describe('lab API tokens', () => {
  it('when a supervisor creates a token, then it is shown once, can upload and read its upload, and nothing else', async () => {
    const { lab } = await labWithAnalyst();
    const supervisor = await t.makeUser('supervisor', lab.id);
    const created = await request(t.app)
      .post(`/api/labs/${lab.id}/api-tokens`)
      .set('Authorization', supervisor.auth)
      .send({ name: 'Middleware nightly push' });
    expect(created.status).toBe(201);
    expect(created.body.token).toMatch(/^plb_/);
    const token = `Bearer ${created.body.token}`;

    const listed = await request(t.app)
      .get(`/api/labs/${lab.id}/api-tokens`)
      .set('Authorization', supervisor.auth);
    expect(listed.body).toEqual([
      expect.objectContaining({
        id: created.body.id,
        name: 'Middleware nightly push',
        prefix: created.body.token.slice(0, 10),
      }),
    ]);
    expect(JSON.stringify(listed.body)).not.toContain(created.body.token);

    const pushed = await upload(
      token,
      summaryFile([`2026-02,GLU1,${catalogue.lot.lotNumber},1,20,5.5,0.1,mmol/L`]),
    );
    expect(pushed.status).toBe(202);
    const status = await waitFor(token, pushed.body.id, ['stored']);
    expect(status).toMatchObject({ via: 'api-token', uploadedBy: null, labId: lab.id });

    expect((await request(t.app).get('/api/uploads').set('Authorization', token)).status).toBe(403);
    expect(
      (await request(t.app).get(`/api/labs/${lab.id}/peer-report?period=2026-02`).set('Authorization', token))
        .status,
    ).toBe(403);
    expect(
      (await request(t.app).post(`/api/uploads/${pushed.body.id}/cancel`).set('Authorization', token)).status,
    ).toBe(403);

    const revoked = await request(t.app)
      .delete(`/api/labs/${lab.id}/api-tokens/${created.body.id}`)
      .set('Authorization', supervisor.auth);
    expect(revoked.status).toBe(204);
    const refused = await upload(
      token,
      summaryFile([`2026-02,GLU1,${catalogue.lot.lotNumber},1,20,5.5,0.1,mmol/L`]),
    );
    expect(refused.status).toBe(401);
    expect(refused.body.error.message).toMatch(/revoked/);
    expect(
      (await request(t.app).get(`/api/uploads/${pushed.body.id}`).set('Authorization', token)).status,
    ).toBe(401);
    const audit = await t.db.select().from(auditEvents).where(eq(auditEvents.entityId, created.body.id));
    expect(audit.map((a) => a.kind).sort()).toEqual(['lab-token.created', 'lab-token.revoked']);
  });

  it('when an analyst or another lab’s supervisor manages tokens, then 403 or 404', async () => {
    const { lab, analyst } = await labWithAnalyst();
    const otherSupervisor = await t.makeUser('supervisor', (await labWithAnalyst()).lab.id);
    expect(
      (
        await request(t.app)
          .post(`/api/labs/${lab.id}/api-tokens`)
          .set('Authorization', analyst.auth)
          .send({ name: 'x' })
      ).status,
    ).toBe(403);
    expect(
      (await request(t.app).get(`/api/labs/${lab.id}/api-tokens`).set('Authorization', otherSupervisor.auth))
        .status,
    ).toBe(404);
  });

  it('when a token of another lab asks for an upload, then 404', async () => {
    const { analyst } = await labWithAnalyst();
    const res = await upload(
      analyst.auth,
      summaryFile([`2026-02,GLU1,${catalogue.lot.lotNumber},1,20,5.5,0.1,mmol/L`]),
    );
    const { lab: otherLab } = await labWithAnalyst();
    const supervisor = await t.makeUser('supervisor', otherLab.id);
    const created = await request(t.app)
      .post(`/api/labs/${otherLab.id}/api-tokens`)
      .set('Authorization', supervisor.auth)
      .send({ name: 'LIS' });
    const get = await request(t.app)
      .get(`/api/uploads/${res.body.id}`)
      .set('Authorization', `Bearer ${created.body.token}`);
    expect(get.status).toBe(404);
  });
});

□ □ □ □ □ □ □

Exercise:
Please report every line in the entries above that holds the string "otherLab".

Completed task:
    const { lab: otherLab } = await labWithAnalyst();
    const supervisor = await t.makeUser('supervisor', otherLab.id);
      .post(`/api/labs/${otherLab.id}/api-tokens`)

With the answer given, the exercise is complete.